# Zwettler bloodline ????



## jimxxx (Dec 5, 2013)

I discover this bloodline a few months ago in a ad.
I only know that the dogs came out Austria and Ms Zwettler is a Judge

Don't know about their dogs also very curious about this line ( any1???)

? Pitbull pups aangeboden. - Honden | Jack Russells en Terriërs - Marktplaats.nl

Is this a nice breeding or good breeding??


----------



## Papi_ (Aug 30, 2011)

Never buy dogs of marktplaats jim . Just go to shows and meet people and their dogs . Also zwetler wrote a book about their family of dogs . try to google it . Its all in there.


----------



## jimxxx (Dec 5, 2013)

Thanks Papi and I will come to Almere, and talk with pit bull owners.


----------



## randallpits (Oct 20, 2013)

I could not see any pedigrees for these dogs your asking about. Am I just missing it , or is it not available. I would like to know the bloodline of the ones your talking about if it's available


----------



## jimxxx (Dec 5, 2013)

@ Randallpits, I try to figure out the pedigrees on APBT online database and couldn't find a pedigree of Saltmountain's bassie and kaylee's bliksem.
I only know what they tell in their ad, and that is a Classic type male=boudreaux,patrick's en zwettler.&#8230;
This is what i found about zwettler http://www.grandchamp.co.za/2012/07/zwettler-gr-ch-moses-rom.html....I must do some more research,
And this 1 Zwettler Moses is 1 topnotch dog ZWETTLER'S MOZES


----------



## Dimitrov (Feb 25, 2014)

Those Kaylee dogs are predominantly Frisco/Lonzo with Red Shredder...Saltmountain, I don't know..besides a breeder of Am.

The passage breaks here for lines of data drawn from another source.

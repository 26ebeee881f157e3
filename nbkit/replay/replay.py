"""Replays: re-run a recording from a keyframe on the same batches, with the recorded or other optimizers.

Order of one replayed step s (the order of a plain training loop, which is what the recording saw):
fetch batch s; optimizer.zero_grad(); loss = step_fn(model, batch); loss.backward() unless step_fn
returned a float or a tensor without grad_fn (it ran backward itself); before_step(model,
optimizer, s); for the recorded optimizer, set each group's lr to the recorded value; optimizer.step()
(with a closure built from step_fn for optimizers whose step() requires one, such as LBFGS).
Several optimizers advance in lockstep on the same batch, each on its own model copy and with its own
copy of the global torch/numpy/python random states, so dropout draws what the original drew.
"""
from __future__ import annotations

import os
import warnings
from dataclasses import dataclass, field
from pathlib import Path

import numpy as np
import torch

from nbkit.errors import ReplayError
from nbkit.replay import restore
from nbkit.measure.fingerprint import combine, describe_difference, fingerprint, matches
from nbkit.store.files import is_recording, read_json, META_FILE

RECORDED = "recorded"    # the key of the recorded optimizer's replay
MISMATCHES_KEPT = 100    # fingerprint mismatches listed in a replay's meta with strict=False

DATALOADER_ADVICE = ("`batches` must yield the run's batches from step 0 in the recorded order (or be a "
                     "callable batches(step)). A DataLoader repeats its order when it is re-created with its "
                     "own seeded generator, e.g. DataLoader(data, shuffle=True, "
                     "generator=torch.Generator().manual_seed(0)), and the same worker and sampler settings")


@dataclass
class Plan:
    """Everything one replay call needs; plain data, so it can travel to a spawned worker."""

    run_path: str
    start: int
    steps: int
    keyframe: int
    factories: dict            # name -> factory(groups) -> optimizer, or None for the recorded optimizer
    targets: dict              # name -> output folder
    before_step: object = None
    strict: bool = True
    record: bool = True


@dataclass
class _Lane:
    name: str
    model: torch.nn.Module
    optimizer: torch.optim.Optimizer
    recorded: bool
    closure: bool
    recorder: object = None
    rng: dict | None = None
    prints: list = field(default_factory=list)
    target_prints: list = field(default_factory=list)
    saw_criterion: bool = False      # the recorded criterion class was seen during any step
    criterion_now: bool = False      # ... during the step being taken
    active: bool = False             # this lane's step is running (global hooks listen only then)
    watch: object = None             # the global hook that looks for the recorded criterion's object
    rewatch: object = None           # re-installs it
    rewatched: bool = False          # it had to be re-installed: it stays
    handles: list = field(default_factory=list)
    mismatches: list = field(default_factory=list)


# --- the public call ----------------------------------------------------------------------------
def replay(run, model, step_fn, batches, optimizers=None, start=None, steps=None, to=None, before_step=None,
           workers=1, progress=True, strict=True, *, _record=True) -> dict:
    """Replay `run` from the keyframe at or before `start` on the same batches; see DESIGN.md §3.

    run: a Recording (or its path). model: the recorded architecture (only copies are trained).
    step_fn(model, batch) -> loss. batches: an iterable yielding the run's batches from step 0, or
    a callable batches(step) -> batch. optimizers=None: {"recorded": None}; otherwise name ->
    factory(groups) -> optimizer, where groups are the recorded parameter groups as [{"params": [...]}];
    a value None stands for the recorded optimizer. start=None: the run's first step. steps=None: to
    the run's last step. to=None: "<run path>.replays/<name>"; otherwise a folder holding <name>.
    before_step=None: before_step(model, optimizer, step) before every optimizer.step(). workers=1:
    replays run in this many spawned processes. progress=True: a tqdm.auto bar. strict=True: a batch
    whose fingerprint differs from the recording stops the replay (False: a warning, listed in meta).
    Returns {name: Recording}; each replay's meta["replay"] holds its parent, start, process id,
    thread count and, for the recorded optimizer, the largest differences from the parent
    ("fidelity"). The model copies run in training mode. The recorded optimizer gets the recorded
    learning rates after before_step, so a scheduler's effect is reproduced without its object (and a
    scheduler stepped in before_step does not change it). For closure optimizers (LBFGS) before_step
    runs once before step(closure), not inside the closure. An earlier replay of the same run in the
    target folder is replaced; any other recording there is left alone (an error says so).
    """
    from nbkit.store.reader import Recording, load

    run = run if isinstance(run, Recording) else load(run)
    plan = make_plan(run, model, step_fn, batches, optimizers, start, steps, to, before_step, workers, strict,
                     _record)
    names = list(plan.factories)
    if workers > 1 and len(names) > 1:
        from nbkit.replay.workers import in_workers

        paths = in_workers(plan, restore.copy_model(model), step_fn, batches, workers, progress)
    else:
        paths = run_plan(plan, model, step_fn, batches, names, progress)
    return {name: (load(paths[name]) if plan.record else None) for name in names}
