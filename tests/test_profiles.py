"""Derating profiles: the built-ins, company files that extend them, and bad files."""

from __future__ import annotations

import math

import pytest

from partpick.errors import ProfileError
from partpick.screening.profiles import SCHEMA, load_profile

# Issue 4's "standard" profile, figure by figure (common practice, from memory).
STANDARD = {
    "inductor.saturation_use": 0.8,
    "inductor.rms_use": 0.9,
    "inductor.tolerance_default": 0.2,
    "capacitor.tolerance_default": 0.2,
    "capacitor.voltage_use.c0g": 0.8,
    "capacitor.voltage_use.x5r": 0.5,
    "capacitor.voltage_use.x7r": 0.5,
    "capacitor.voltage_use.x7s": 0.5,
    "capacitor.voltage_use.x6s": 0.5,
    "capacitor.voltage_use.x8r": 0.5,
    "capacitor.voltage_use.y5v": 0.5,
    "capacitor.voltage_use.al-electrolytic": 0.8,
    "capacitor.voltage_use.al-polymer": 0.8,
    "capacitor.voltage_use.ta-mno2": 0.5,
    "capacitor.voltage_use.ta-polymer": 0.8,
    "capacitor.voltage_use.film": 0.7,
    "diode.reverse_voltage_use": 0.8,
    "diode.forward_current_use": 0.7,
    "diode.thermal_margin_degc": 25.0,
    "diode.standard_recovery_max_hz": 20e3,
    "switch.drain_voltage_use": 0.8,
    "switch.drain_current_use": 0.6,
    "switch.thermal_margin_degc": 25.0,
    "switch.hot_factor": 1.5,
    "max_parallel": 4,
}


@pytest.mark.parametrize(("key", "value"), sorted(STANDARD.items()))
def test_standard_profile_is_issue_4(key, value):
    assert load_profile("standard").figures[key] == value


@pytest.mark.parametrize("dielectric", ["c0g", "al-electrolytic", "al-polymer", "film"])
def test_stable_dielectrics_keep_their_capacitance(dielectric):
    assert load_profile("standard").kept_fraction(dielectric) == 1.0


def test_standard_says_it_is_common_practice_from_memory():
    with open(_builtin("standard")) as handle:
        head = handle.read(600)
    assert "common practice" in head and "from memory" in head
    assert "from memory" in load_profile("standard").description


def test_high_rel_follows_ecss_junction_rule():
    # ECSS-Q-ST-30-11: Tj <= min(110 °C, Tjmax − 40 °C), as quoted in issue 4 (from memory)
    hr = load_profile("high-rel")
    for part in ("diode", "switch"):
        assert hr.value(f"{part}.tj_ceiling_degc") == 110.0
        assert hr.value(f"{part}.thermal_margin_degc") == 40.0
    assert math.isinf(load_profile("standard").value("switch.tj_ceiling_degc"))


@pytest.mark.parametrize("key", [k for k, (_u, kind) in SCHEMA.items() if kind == "use"])
def test_high_rel_is_never_looser(key):
    std, hr = load_profile("standard"), load_profile("high-rel")
    if key in std.figures:
        assert hr.figures[key] <= std.figures[key]


def test_builtin_files_mark_unchecked_values():
    with open(_builtin("high-rel")) as handle:
        text = handle.read()
    for source in ("MIL-DTL-917", "NAVSEA SD-18", "EEE-INST-002", "ECSS-Q-ST-30-11"):
        assert source in text
    # every figure line cites a basis or says it is from memory / common practice
    for line in text.splitlines():
        if "=" in line and not line.lstrip().startswith(("#", "[", "name", "description")):
            assert "memory" in line or "common practice" in line or "as in" in line, line


def _builtin(name):
    from partpick.screening.profiles import BUILTIN_DIR

    return str(BUILTIN_DIR / f"{name}.toml")


def test_company_file_overrides_single_values(tmp_path):
    path = tmp_path / "acme.toml"
    path.write_text(
        'extends = "standard"\nname = "acme"\n[inductor]\nsaturation_use = 0.7\n'
        "[capacitor.voltage_use]\nx7r = 0.4\n"
    )
    prof = load_profile(str(path))
    assert prof.name == "acme"
    assert prof.extends == "standard"
    assert prof.value("inductor.saturation_use") == 0.7
    assert prof.voltage_use("x7r") == 0.4
    # everything else is inherited
    assert prof.value("inductor.rms_use") == 0.9
    assert prof.voltage_use("x5r") == 0.5
    assert prof.value("switch.hot_factor") == 1.5


def test_extends_a_company_file(tmp_path):
    (tmp_path / "base.toml").write_text(
        'extends = "high-rel"\n[diode]\nforward_current_use = 0.4\n'
    )
    (tmp_path / "site.toml").write_text('extends = "base.toml"\nmax_parallel = 6\n')
    prof = load_profile(str(tmp_path / "site.toml"))
    assert prof.value("diode.forward_current_use") == 0.4
    assert prof.max_parallel == 6
    assert prof.value("switch.tj_ceiling_degc") == 110.0


@pytest.mark.parametrize(
    ("body", "key"),
    [
        ('extends = "standard"\n[inductor]\nsaturaton_use = 0.7\n', "inductor.saturaton_use"),
        ('extends = "standard"\n[capacitor.voltage_use]\nx9z = 0.5\n', "capacitor.voltage_use.x9z"),
        ('extends = "standard"\n[inductor]\nrms_use = 1.2\n', "inductor.rms_use"),
        ('extends = "standard"\n[inductor]\nrms_use = "high"\n', "inductor.rms_use"),
        ('extends = "standard"\nmax_parallel = 0\n', "max_parallel"),
        ('extends = "standard"\nmax_parallel = 2.5\n', "max_parallel"),
        ('extends = "standard"\n[switch]\nhot_factor = 0.9\n', "switch.hot_factor"),
        ('extends = "standard"\n[diode]\nthermal_margin_degc = -5\n', "diode.thermal_margin_degc"),
        ("[inductor]\nrms_use = 0.9\n", "max_parallel"),  # a full profile must give everything
        ("extends = 3\n", "extends"),
        ('extends = "standard"\nname = 7\n', "name"),
    ],
)
def test_bad_company_file_names_the_key(tmp_path, body, key):
    path = tmp_path / "bad.toml"
    path.write_text(body)
    with pytest.raises(ProfileError) as info:
        load_profile(str(path))
    assert info.value.key == key
    assert key in str(info.value)


@pytest.mark.parametrize("name", ["no-such-profile", "missing.toml"])
def test_unknown_profile(name):
    with pytest.raises(ProfileError, match="not found"):
        load_profile(name)


def test_extends_loop(tmp_path):
    (tmp_path / "a.toml").write_text('extends = "b.toml"\n')
    (tmp_path / "b.toml").write_text('extends = "a.toml"\n')
    with pytest.raises(ProfileError, match="loop"):
        load_profile(str(tmp_path / "a.toml"))


def test_not_toml(tmp_path):
    (tmp_path / "x.toml").write_text("this is = = not toml")
    with pytest.raises(ProfileError, match="not valid TOML"):
        load_profile(str(tmp_path / "x.toml"))


def test_profile_is_frozen():
    prof = load_profile("standard")
    with pytest.raises(TypeError):
        prof.figures["inductor.rms_use"] = 1.0  # type: ignore[index]


def test_a_misspelt_profile_key_is_answered_with_the_valid_keys(tmp_path):
    # common practice, no published source: an error names what would have been accepted
    path = tmp_path / "company.toml"
    path.write_text('extends = "standard"\n[inductor]\nsaturaton_use = 0.7\n', encoding="utf-8")
    with pytest.raises(ProfileError) as caught:
        load_profile(str(path))
    text = str(caught.value)
    assert "did you mean 'inductor.saturation_use'?" in text
    assert "valid keys in [inductor]: rms_use, saturation_use" in text
    path.write_text('extends = "standard"\n[inductr]\nx = 1\n', encoding="utf-8")
    with pytest.raises(ProfileError, match="valid sections: capacitor, diode, inductor, switch"):
        load_profile(str(path))
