def test_full_load_dcm_is_flagged():
    # 2-20 V to 24 V with band [1.0, 1.9]: at 20 V, IL = 0.8·24/(0.85·20) = 1.13 A, while the
    # ripple sized for 1.9·IL(2 V) is far more than 2·IL there, so the valley reaches zero.
    env = analyse(make_spec(vin_min_v=2.0, vin_max_v=20.0, ripple_ratio_lo=1.0,
                            ripple_ratio_hi=1.9))  # fmt: skip
    assert env.ccm is False
    assert "full-load-dcm" in [w.code for w in env.warnings]


def test_unknown_topology():
    with pytest.raises(SpecError) as info:
        get_topology("flyback")
    assert info.value.key == "topology"


def test_to_dict_is_flat_si_json():
    data = analyse(make_spec()).to_dict()
    for key in [*ISSUE_3_KEYS, "ccm", "cautions"]:
        assert key in data, key
    assert data["ccm"] is True
    assert all(isinstance(text, str) for text in data["cautions"])
    assert data["spec"]["fsw_hz"] == 400e3
    assert data["worst_vin_v"]["il_peak_max_a"] == pytest.approx(6.0)


# --- Properties over random valid specs (hypothesis) ------------------------------------------


@st.composite
def valid_specs(draw) -> Spec:
    vin_min = draw(st.floats(1.0, 100.0))
    vin_max = vin_min * draw(st.floats(1.0, 3.0))
    vout = vin_max * draw(st.floats(1.05, 6.0))
    lo = draw(st.floats(0.05, 1.0))
    hi = min(lo * draw(st.floats(1.1, 3.0)), 1.95)
    return Spec(
        vin_min_v=vin_min, vin_max_v=vin_max, vout_v=vout,
        iout_a=draw(st.floats(0.01, 20.0)), fsw_hz=draw(st.floats(10e3, 3e6)),
        vout_ripple_v=vout * draw(st.floats(0.001, 0.05)),
        efficiency=draw(st.floats(0.5, 1.0)), ripple_ratio_lo=lo, ripple_ratio_hi=hi,
        iout_min_a=None,
    )  # fmt: skip


@settings(max_examples=60, deadline=None)
@given(valid_specs())
def test_properties_of_random_specs(spec):
    env = analyse(spec)
    l_min, l_max = env.value("l_min_h"), env.value("l_max_h")
    assert l_min <= l_max
    # The ripple at l_min equals hi·IL(vin_min), by the definition of l_min (issue 3).
    il_at_vin_min = spec.iout_a * spec.vout_v / (spec.efficiency * spec.vin_min_v)
    assert env.value("il_ripple_max_a") == pytest.approx(spec.ripple_ratio_hi * il_at_vin_min)
    assert env.value("il_peak_max_a") >= env.value("il_avg_max_a")
    stress = get_topology("boost").stresses_at(spec, np.array([l_min, l_max, 4 * l_max]))
    assert (stress.il_peak_a >= env.value("il_avg_max_a") * (1 - 1e-12)).all()
    assert (np.diff(stress.il_peak_a) <= 1e-12 * stress.il_peak_a[0]).all()  # more L, less peak


@settings(max_examples=40, deadline=None)
@given(valid_specs())
def test_ccm_verdict_matches_the_valley_current(spec):
    # CCM means the inductor current never reaches zero: IL - ΔIL/2 > 0 over the whole range.
    env = analyse(spec)
    vin = vin_grid_v(spec)
    duty = boost_duty_cycle(vin, spec.vout_v, spec.efficiency)
    il = inductor_average_current_a(spec.iout_a, duty)
    valley = il - inductor_ripple_current_a(vin, duty, spec.fsw_hz, env.value("l_min_h")) / 2
    margin = np.min(valley / il)
    if abs(margin) > 1e-9:
        assert env.ccm is bool(margin > 0)


def test_input_capacitance_with_vin_ripple():
    # Erickson & Maksimovic ch. 2: ΔV = ΔI/(8·f·C). 1.5059 A ripple, 400 kHz, 50 mV:
    # C = 1.5059/(8·400e3·0.05) = 9.41 µF.
    assert input_capacitance_min_f(1.5059, 400e3, 0.05) == pytest.approx(9.412e-6, rel=1e-3)
    env = analyse(make_spec(vin_ripple_v=0.05))
    assert env.value("cin_min_f") == pytest.approx(9.412e-6, rel=1e-3)
    assert "cin_min_f" not in analyse(make_spec()).figures


def test_esr_limit():
    # Texas Instruments SLVA372: ESR = ΔVout/(IL + ΔIL/2); 0.12 V/4.3676 A = 27.47 mΩ
    assert esr_max_ohm(0.12, 4.3676) == pytest.approx(27.475e-3, rel=1e-4)
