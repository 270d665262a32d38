"""pick() on the bundled invented catalogs and scenarios, and the light import path.

The outcome of every part is not written out here (tests/test_pick.py does that on a small
catalog); these tests check that each role finds parts on the bundled data, that every
outcome is consistent with its own checks, and that the pick path stays free of pandas and
SQLAlchemy on an SQLite catalog.
"""

from __future__ import annotations

import subprocess
import sys
from pathlib import Path

import pytest

from partpick.catalog.importer import import_catalog
from partpick.design.spec import load_spec
from partpick.screening.pick import ROLES, pick
from partpick.screening.profiles import load_profile
from tests.backends import new_catalog

ROOT = Path(__file__).resolve().parent.parent
CATALOGS = ROOT / "catalogs"
FILES = {
    "inductor": "inductors.csv",
    "capacitor": "capacitors.csv",
    "diode": "diodes.csv",
    "mosfet": "mosfets.csv",
}
SCENARIOS = sorted((CATALOGS / "scenarios").glob("*.toml"))


@pytest.fixture(scope="module")
def bundled(tmp_path_factory, catalog_backend) -> str:
    """A catalog with the four bundled catalogs, on each back-end (module scope)."""
    missing = [name for name in FILES.values() if not (CATALOGS / name).exists()]
    if missing:
        pytest.skip(f"bundled catalogs not present: {missing}")
    db = new_catalog(catalog_backend, tmp_path_factory.mktemp("bundled"))
    for kind, name in FILES.items():
        import_catalog(db, [CATALOGS / name], kind)
    return db


def _consistent(outcome) -> None:
    statuses = [c.status for c in outcome.checks]
    if outcome.status == "passed":
        assert set(statuses) == {"pass"}, outcome
        for c in outcome.checks:
            if c.stress is not None and c.limit is not None and c.rule != "inductance":
                assert c.stress <= c.limit, c
    elif outcome.status == "unverified":
        assert "fail" not in statuses and "unverified" in statuses
        assert outcome.missing
    else:
        assert outcome.failing
        for c in outcome.failing:
            if c.stress is not None and c.limit is not None and c.rule != "inductance":
                assert c.stress > c.limit, c


@pytest.mark.parametrize("scenario", SCENARIOS, ids=lambda p: p.stem)
@pytest.mark.parametrize("role", ROLES)
def test_every_role_picks_on_bundled_data(bundled, scenario, role):
    spec = load_spec(scenario)
    result = pick(bundled, spec, role, profile=load_profile("standard"))
    assert result.total > 0
    assert result.passed or result.unverified, f"nothing for {role} in {scenario.name}"
    listed = result.passed + result.unverified + result.failed
    assert len(listed) == result.total
    for outcome in listed:
        _consistent(outcome)
    assert sum(result.counts.values()) == result.total


def test_pick_path_imports_neither_pandas_nor_sqlalchemy(bundled):
    # a fresh interpreter: screening plus the columnar read, as `partpick pick` runs them
    code = (
        "import sys\n"
        "from partpick.design.spec import load_spec\n"
        "from partpick.screening.pick import pick\n"
        "from partpick.screening.profiles import load_profile\n"
        f"spec = load_spec({str(SCENARIOS[0])!r})\n"
        "for role in ('inductor', 'input-cap', 'output-cap', 'diode', 'switch'):\n"
        f"    pick({bundled!r}, spec, role, profile=load_profile('standard'), top=3)\n"
        "print(sorted(m for m in ('pandas', 'sqlalchemy') if m in sys.modules))\n"
    )
    done = subprocess.run([sys.executable, "-c", code], capture_output=True, text=True)
    assert done.returncode == 0, done.stderr
    assert done.stdout.strip() == "[]"
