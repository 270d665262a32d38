"""Header matching by meaning: a corpus of trade wordings, the ambiguous ones, and properties.

The wordings in ``tests/data/catalog/header_wordings.csv`` are the ways distributor exports
and datasheets name each figure (symbols, spelled-out names, abbreviations, units in brackets,
conditions after "@", swapped word order); each row names the field it must land in. The rows
of ``header_unread.csv`` must stay unread: wordings that could mean two fields, or that name
a figure the catalog does not keep (θJC, Ciss, leakage current) close to one it does.
"""

from __future__ import annotations

import csv
import re

import pytest
from hypothesis import given, settings
from hypothesis import strategies as st

from partpick.catalog.headers import match_headers, wording_index
from partpick.catalog.importer import import_catalog
from partpick.catalog.query import list_parts
from partpick.catalog.wording import parse_wording, wording_keys
from partpick.errors import CatalogFormatError
from partpick.fields import KINDS, OTHER, ambiguous_wordings, fields_of
from tests.conftest import CATALOG_DATA

CORPUS_DIR = CATALOG_DATA


def _rows(name: str) -> list[dict[str, str]]:
    with open(CORPUS_DIR / name, encoding="utf-8", newline="") as handle:
        return list(csv.DictReader(handle))


WORDINGS = _rows("header_wordings.csv")
UNREAD = _rows("header_unread.csv")


def _read_as(kind: str, header: str) -> str | None:
    plan = match_headers([header], kind, None, "x.csv")
    return plan.matches[0].field if plan.matches else None


def test_the_corpus_is_large_and_covers_every_field_of_every_kind():
    assert len(WORDINGS) >= 150
    covered = {(row["kind"], row["field"]) for row in WORDINGS}
    for kind in KINDS:
        for f in fields_of(kind):
            assert (kind, f.name) in covered, (kind, f.name)


@pytest.mark.parametrize("row", WORDINGS, ids=lambda r: f"{r['kind']}:{r['header']}")
def test_every_corpus_wording_lands_in_its_field(row):
    assert _read_as(row["kind"], row["header"]) == row["field"]


@pytest.mark.parametrize("row", UNREAD, ids=lambda r: f"{r['kind']}:{r['header']}")
def test_ambiguous_and_foreign_wordings_stay_unread(row):
    plan = match_headers([row["header"]], row["kind"], None, "x.csv")
    assert plan.matches == ()
    (unread,) = plan.unread
    assert unread.header == row["header"]
    if row["candidates"]:
        assert unread.candidates == tuple(row["candidates"].split())


def test_an_ambiguous_header_names_the_fields_and_the_map_line_that_settles_it():
    (unread,) = match_headers(["Rated Current"], "inductor", None, "x.csv").unread
    assert unread.candidates == ("isat_a", "irms_a")
    assert unread.map_line == "'Rated Current' = \"isat_a\""


def test_a_near_miss_gets_a_did_you_mean_with_its_map_line():
    (unread,) = match_headers(["Saturat. Curnt"], "inductor", None, "x.csv").unread
    assert unread.candidates == ("isat_a",)
    assert unread.map_line == "'Saturat. Curnt' = \"isat_a\""


def test_a_map_line_quotes_a_header_with_an_apostrophe():
    (unread,) = match_headers(["Rated Current (Mfr's)"], "inductor", None, "x.csv").unread
    assert unread.map_line.startswith('"Rated Current (Mfr\'s)" = ')


@pytest.mark.parametrize("kind", KINDS)
def test_every_wording_two_fields_share_is_declared_ambiguous(kind):
    """A key shared by two fields makes a header unread; that must be on purpose."""
    declared = {key for w in ambiguous_wordings(kind) for key in wording_keys(w)}
    shared = {key for key, names in wording_index(kind).keys.items() if len(names) > 1}
    # "L" is an inductance and "L (mm)" a length: the header's unit tells them apart
    allowed = {"w:l", "s:l"} if kind == "inductor" else set()
    assert shared - declared - allowed == set()


@pytest.mark.parametrize("kind", KINDS)
def test_declared_ambiguities_name_fields_of_their_kind(kind):
    names = {f.name for f in fields_of(kind)} | {OTHER}
    for wording, candidates in ambiguous_wordings(kind).items():
        assert set(candidates) <= names, wording


@pytest.mark.parametrize(
    ("kind", "header", "unit_text", "scale"),
    [
        ("inductor", "DCR mOhm max", "mOhm", 1e-3),
        ("inductor", "SRF (MHz) min", "MHz", 1e6),
        ("inductor", "Inductance @ 100 kHz", None, 1.0),  # a condition is not a unit
        ("mosfet", "RDS(ON) @ 10V", None, 1.0),
        ("mosfet", "R_DS(on) @ VGS=10V (mΩ)", "mΩ", 1e-3),
        ("mosfet", "Qg (nC)", "nC", 1e-9),
        ("capacitor", "Ripple Current (mA rms)", "mA", 1e-3),  # a unit word in a group
        ("capacitor", "C (pF)", "pF", 1e-12),
        ("diode", "trr (ns)", "ns", 1e-9),
        ("inductor", "L [µH]", "µH", 1e-6),
        ("inductor", "L (mm)", "mm", 1.0),
    ],
)
def test_units_anywhere_in_a_header_scale_its_column(kind, header, unit_text, scale):
    (match,) = match_headers([header], kind, None, "x.csv").matches
    assert (match.unit_text, match.scale) == (unit_text, pytest.approx(scale))


def test_the_unit_tells_an_inductance_from_a_length():
    assert _read_as("inductor", "L (mm)") == "length_mm"
    assert _read_as("inductor", "L [µH]") == "inductance_h"
    assert _read_as("inductor", "L") == "inductance_h"


def test_conditions_are_kept_with_the_match():
    (match,) = match_headers(["ESR @ 100 kHz, 20 °C"], "capacitor", None, "x.csv").matches
    assert match.field == "esr_ohm" and match.condition == "@ 100 kHz, 20 °C"


def test_a_minimum_temperature_is_not_read_as_the_maximum():
    assert _read_as("capacitor", "Operating Temperature Min") is None
    assert _read_as("capacitor", "Operating Temperature Max") == "temp_max_degc"
    assert _read_as("inductor", "SRF min") == "srf_hz"  # a guaranteed minimum SRF is the SRF


def test_a_column_worded_exactly_wins_over_one_read_by_meaning(db_file, write_csv):
    text = "MPN,Ripple Current @ 120 Hz,Ripple Current @ High Frequency\nQM-1,0.5 A,1.2 A\n"
    (report,) = import_catalog(db_file, [write_csv(text)], "capacitor")
    assert [m.header for m in report.columns if m.field == "ripple_a"] == [
        "Ripple Current @ High Frequency"
    ]
    assert "Ripple Current @ 120 Hz" in report.unrecognised
    assert list_parts(db_file, "capacitor")[0]["ripple_a"] == pytest.approx(1.2)


def test_two_columns_read_by_meaning_for_one_field_are_refused(db_file, write_csv):
    text = "MPN,ESR @ 120 Hz,ESR @ 100 kHz\nQM-1,1 ohm,0.1 ohm\n"
    with pytest.raises(CatalogFormatError) as caught:
        import_catalog(db_file, [write_csv(text)], "capacitor")
    assert "both read as esr_ohm" in caught.value.reason


def test_headers_of_a_realistic_export_are_read_by_meaning(db_file, write_csv):
    text = (
        "Mfr. Part #,Mfr.,Drain-Source Voltage,Continuous Drain Current,RDS(ON) @ 10V (mΩ),"
        "Vgs(th) (V),Qg (nC),Miller Charge (nC),Coss (pF),Tj max (°C),"
        "Thermal Resistance Junction-Ambient (°C/W),In Stock,Price Each\n"
        "VX-N40-8,Velmora Devices,40 V,8 A,12,2.1,9.5,2.4,180,150,62,1200,0.31\n"
    )
    (report,) = import_catalog(db_file, [write_csv(text)], "mosfet")
    assert report.unrecognised == ()
    (part,) = list_parts(db_file, "mosfet")
    assert part["rds_on_ohm"] == pytest.approx(0.012)  # 12 in mΩ
    assert part["qgd_c"] == pytest.approx(2.4e-9)
    assert part["coss_f"] == pytest.approx(180e-12)
    assert part["theta_ja_degc_w"] == pytest.approx(62.0)


# --- property: word order, case and bracket style do not change the field ----------------

_BRACKETS = ("()", "[]", "{}")
# Wordings whose words can move freely: no condition ("@", "at") and no comma, whose place
# says which part is the unit.
_MOVABLE = [
    r
    for r in WORDINGS
    if not re.search(r"@|,|\bat\b", r["header"], re.IGNORECASE) and " " in r["header"]
]


def _restyle(header: str, style: str) -> str:
    return header.translate(str.maketrans("()[]{}", (style[0] + style[1]) * 3))


@settings(max_examples=300, deadline=None)
@given(
    row=st.sampled_from(_MOVABLE),
    order=st.randoms(use_true_random=False),
    upper=st.lists(st.booleans(), min_size=60, max_size=60),
    style=st.sampled_from(_BRACKETS),
)
def test_word_order_case_and_brackets_never_change_the_field(row, order, upper, style):
    words = re.findall(r"[\(\[\{][^\)\]\}]*[\)\]\}]|\S+", row["header"])  # a group is a word
    order.shuffle(words)
    text = " ".join(words)
    text = "".join(c.upper() if upper[i % len(upper)] else c.lower() for i, c in enumerate(text))
    assert _read_as(row["kind"], _restyle(text, style)) == row["field"], text


def test_parsing_takes_the_same_steps_for_each_header():
    """Matching is linear in the column count: one parse per header, cached by text."""
    parse_wording.cache_clear()
    headers = [f"Bin {i}" for i in range(500)]
    match_headers(headers, "inductor", None, "x.csv")
    assert parse_wording.cache_info().misses <= len(headers) + 1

Bulldogs....


----------



## jimxxx (Dec 5, 2013)

@Dimitrov Thanx, and I didn't know that the Saltmountain dogs are Am-Bulldogs.
Thanx for the info


----------



## Railtown Kennel (Feb 16, 2015)

Has anyone any infomationabout this kennel


----------



## jimxxx (Dec 5, 2013)

Railtown Kennel said:


> Has anyone any infomationabout this kennel


From which kennel you want info??


----------



## Railtown Kennel (Feb 16, 2015)

Salt mountain in the netherlands he tells me he kept american bull dogs for 15 years but now only pitbulls


----------



## jimxxx (Dec 5, 2013)

Railtown Kennel said:


> Salt mountain in the netherlands he tells me he kept american bull dogs for 15 years but now only pitbulls


Yes that's correct he's now a in APBT's, My Jojo was his first litter, and the next breeding will be with my Jojo, BC Jojo turned out very nice he's now 13 months
Here a pic of Jojo.
Where you coming from 'Railtown'??


----------



## Railtown Kennel (Feb 16, 2015)

*i am from UK But live in the netherlands i have contacted salt mountan about a bitch pup *


----------



## NoBodyThatsWho (Oct 18, 2016)

Walter Zwettler is deceased. His wife Marlene still keeps his breeding efforts alive. She can be contacted though facebook and he book can be purchased through there as well. Chinaman/Bolio

Bros Knl and NastyMan Knl work with the blood as well : Bolio, Rascal, Gremlin (Zwettler)


----------